━━━━━ EXERCISE DATA ━━━━━

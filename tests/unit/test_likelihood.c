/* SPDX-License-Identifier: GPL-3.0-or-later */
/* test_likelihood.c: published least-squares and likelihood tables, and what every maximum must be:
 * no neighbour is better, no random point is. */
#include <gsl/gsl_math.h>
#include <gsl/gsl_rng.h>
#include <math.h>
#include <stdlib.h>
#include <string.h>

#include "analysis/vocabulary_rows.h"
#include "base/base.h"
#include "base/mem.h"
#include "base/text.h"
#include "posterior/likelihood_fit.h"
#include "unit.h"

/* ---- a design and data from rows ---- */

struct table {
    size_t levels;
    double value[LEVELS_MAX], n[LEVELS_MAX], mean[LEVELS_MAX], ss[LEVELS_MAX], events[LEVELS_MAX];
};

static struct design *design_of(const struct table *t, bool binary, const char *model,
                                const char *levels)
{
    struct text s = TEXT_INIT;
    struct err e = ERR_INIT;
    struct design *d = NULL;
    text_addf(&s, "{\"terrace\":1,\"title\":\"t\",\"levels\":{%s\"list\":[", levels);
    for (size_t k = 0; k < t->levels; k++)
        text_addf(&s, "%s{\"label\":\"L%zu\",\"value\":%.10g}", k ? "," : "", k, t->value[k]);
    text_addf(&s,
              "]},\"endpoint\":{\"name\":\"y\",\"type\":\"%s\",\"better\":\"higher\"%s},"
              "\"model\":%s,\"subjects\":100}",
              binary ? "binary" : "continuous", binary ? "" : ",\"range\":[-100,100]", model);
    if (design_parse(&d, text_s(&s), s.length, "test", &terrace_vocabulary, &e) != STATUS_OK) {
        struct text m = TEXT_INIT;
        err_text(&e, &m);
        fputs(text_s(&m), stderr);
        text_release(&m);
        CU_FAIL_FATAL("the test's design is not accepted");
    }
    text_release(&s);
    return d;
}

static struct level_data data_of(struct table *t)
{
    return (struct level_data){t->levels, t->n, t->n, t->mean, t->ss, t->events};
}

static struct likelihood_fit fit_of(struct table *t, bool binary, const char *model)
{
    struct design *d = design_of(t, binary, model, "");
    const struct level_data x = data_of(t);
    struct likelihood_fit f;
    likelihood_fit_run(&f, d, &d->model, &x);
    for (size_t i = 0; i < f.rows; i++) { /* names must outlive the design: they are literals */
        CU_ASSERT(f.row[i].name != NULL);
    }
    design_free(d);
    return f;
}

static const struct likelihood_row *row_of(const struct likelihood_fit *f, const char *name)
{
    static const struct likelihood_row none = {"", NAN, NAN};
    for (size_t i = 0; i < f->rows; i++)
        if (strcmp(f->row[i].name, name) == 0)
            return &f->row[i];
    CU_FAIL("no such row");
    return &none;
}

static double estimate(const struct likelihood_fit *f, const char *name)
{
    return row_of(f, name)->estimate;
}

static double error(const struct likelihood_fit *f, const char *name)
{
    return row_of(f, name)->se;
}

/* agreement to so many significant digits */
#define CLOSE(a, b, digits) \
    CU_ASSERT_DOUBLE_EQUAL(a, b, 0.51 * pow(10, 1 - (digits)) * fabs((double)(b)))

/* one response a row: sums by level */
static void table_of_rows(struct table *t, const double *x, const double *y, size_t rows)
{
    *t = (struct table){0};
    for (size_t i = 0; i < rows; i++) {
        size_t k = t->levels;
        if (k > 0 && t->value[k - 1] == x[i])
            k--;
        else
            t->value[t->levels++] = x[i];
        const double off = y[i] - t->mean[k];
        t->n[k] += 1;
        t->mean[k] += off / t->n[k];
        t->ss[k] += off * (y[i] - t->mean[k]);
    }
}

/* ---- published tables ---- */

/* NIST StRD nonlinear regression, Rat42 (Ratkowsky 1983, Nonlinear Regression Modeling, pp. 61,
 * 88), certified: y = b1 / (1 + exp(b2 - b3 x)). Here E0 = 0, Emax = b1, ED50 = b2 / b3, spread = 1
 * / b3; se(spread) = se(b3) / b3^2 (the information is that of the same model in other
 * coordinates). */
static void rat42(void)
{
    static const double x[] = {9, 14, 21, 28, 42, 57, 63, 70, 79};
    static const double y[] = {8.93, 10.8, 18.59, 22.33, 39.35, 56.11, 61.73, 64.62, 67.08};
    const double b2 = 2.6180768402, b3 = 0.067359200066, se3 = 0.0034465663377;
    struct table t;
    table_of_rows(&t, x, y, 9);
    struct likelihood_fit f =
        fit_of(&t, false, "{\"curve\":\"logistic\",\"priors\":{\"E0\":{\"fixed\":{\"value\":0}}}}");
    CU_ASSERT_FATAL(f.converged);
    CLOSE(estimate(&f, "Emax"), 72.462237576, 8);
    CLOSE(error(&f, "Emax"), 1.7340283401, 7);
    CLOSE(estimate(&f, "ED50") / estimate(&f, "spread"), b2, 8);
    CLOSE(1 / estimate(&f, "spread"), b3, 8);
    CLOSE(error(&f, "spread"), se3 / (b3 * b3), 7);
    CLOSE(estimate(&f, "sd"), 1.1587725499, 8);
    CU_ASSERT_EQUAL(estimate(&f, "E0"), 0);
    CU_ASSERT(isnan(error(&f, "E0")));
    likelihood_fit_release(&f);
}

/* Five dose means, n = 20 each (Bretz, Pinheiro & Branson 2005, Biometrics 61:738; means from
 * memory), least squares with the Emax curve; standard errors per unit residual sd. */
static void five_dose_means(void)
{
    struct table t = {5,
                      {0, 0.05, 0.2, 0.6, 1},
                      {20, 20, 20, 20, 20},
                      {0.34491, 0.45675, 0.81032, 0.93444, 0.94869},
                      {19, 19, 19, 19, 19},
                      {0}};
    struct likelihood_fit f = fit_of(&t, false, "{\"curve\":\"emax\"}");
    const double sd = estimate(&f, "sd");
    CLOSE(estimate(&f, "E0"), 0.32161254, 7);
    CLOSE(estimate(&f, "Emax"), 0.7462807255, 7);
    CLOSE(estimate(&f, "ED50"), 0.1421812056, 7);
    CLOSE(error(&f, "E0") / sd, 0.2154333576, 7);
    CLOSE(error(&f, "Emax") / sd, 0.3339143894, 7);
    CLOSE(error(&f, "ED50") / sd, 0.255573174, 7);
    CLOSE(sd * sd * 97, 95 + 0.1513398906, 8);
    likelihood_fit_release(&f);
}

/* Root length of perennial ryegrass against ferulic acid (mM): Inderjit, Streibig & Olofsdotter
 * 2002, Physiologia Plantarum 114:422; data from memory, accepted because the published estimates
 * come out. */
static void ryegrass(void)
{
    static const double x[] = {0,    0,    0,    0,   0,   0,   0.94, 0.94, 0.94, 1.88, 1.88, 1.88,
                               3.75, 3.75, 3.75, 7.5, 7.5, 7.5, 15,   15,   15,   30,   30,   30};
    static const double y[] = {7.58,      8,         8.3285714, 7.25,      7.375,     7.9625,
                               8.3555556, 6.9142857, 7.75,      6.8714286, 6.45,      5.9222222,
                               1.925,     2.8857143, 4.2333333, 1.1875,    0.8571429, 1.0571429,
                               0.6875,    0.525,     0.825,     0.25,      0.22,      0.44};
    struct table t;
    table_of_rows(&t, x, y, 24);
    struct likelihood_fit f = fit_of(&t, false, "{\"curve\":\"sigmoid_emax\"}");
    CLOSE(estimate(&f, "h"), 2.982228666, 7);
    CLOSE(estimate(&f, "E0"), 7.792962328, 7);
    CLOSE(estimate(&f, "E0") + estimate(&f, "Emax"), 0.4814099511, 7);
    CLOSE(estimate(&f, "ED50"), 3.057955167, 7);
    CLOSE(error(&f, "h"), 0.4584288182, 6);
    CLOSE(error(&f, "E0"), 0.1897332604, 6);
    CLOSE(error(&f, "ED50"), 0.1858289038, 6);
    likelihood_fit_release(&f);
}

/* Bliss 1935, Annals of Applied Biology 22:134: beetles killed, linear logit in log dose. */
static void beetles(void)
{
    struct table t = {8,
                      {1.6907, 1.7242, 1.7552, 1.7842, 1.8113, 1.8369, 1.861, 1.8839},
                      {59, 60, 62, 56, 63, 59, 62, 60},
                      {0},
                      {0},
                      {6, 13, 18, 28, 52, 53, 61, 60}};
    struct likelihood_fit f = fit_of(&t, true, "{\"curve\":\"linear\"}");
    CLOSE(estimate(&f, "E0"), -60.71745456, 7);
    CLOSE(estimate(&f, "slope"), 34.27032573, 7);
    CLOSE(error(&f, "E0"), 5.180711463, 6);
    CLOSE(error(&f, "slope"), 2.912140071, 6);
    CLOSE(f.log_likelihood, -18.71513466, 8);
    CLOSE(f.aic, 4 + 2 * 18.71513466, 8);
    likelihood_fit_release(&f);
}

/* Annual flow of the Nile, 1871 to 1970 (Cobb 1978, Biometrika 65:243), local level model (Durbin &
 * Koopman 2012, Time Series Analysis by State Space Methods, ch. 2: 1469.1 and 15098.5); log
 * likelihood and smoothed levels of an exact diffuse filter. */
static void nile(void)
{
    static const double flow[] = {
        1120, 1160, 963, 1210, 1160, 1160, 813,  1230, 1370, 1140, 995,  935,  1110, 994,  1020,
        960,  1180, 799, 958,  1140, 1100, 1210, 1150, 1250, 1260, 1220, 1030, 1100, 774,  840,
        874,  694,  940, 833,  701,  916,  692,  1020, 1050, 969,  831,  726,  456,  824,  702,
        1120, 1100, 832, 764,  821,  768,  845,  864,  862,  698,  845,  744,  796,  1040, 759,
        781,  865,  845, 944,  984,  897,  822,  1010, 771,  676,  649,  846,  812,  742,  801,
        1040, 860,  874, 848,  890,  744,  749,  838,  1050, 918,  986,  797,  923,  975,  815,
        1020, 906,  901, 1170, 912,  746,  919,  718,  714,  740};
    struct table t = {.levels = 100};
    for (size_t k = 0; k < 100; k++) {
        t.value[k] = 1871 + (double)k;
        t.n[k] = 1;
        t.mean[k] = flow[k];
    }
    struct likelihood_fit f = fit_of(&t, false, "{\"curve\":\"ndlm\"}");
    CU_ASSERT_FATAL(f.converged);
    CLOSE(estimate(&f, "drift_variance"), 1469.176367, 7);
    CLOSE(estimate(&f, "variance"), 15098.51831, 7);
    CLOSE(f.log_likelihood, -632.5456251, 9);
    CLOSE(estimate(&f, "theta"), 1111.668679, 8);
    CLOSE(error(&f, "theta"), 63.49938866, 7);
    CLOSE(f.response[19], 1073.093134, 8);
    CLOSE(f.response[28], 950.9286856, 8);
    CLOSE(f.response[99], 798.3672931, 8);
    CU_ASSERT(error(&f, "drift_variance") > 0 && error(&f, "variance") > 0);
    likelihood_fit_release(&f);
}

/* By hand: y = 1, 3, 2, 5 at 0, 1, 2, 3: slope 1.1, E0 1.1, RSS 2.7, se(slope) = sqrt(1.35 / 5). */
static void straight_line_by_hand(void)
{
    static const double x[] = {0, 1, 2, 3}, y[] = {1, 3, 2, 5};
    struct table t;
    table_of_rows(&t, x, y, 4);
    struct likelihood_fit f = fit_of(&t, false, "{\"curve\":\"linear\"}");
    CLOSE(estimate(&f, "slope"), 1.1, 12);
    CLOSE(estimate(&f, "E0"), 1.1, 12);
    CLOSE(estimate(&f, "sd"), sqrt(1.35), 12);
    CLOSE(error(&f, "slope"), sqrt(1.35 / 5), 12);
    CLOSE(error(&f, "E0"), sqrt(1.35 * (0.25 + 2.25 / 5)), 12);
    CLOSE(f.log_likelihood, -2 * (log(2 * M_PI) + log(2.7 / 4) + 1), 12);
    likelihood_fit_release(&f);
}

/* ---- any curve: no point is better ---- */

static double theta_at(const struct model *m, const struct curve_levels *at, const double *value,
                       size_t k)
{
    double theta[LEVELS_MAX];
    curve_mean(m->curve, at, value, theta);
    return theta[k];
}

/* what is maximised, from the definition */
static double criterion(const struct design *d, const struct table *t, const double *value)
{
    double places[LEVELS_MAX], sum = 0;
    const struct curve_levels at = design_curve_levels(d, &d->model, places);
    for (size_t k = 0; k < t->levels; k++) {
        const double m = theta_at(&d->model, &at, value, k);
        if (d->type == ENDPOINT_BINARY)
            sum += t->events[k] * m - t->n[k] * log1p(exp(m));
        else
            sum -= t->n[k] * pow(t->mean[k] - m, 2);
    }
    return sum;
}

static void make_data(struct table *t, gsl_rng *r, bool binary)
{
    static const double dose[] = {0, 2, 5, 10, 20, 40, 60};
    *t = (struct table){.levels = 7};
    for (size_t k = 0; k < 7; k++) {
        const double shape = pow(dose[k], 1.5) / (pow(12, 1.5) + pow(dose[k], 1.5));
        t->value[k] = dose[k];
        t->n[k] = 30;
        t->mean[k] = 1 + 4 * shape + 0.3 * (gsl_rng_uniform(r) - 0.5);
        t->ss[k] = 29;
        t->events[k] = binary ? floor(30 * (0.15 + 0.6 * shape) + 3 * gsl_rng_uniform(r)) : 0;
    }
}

━━━━━

**PROBLEM DETAILS:** The answer must be one number: how many lines in the records above contain "spread".

**EXERCISE RESPONSE:** 5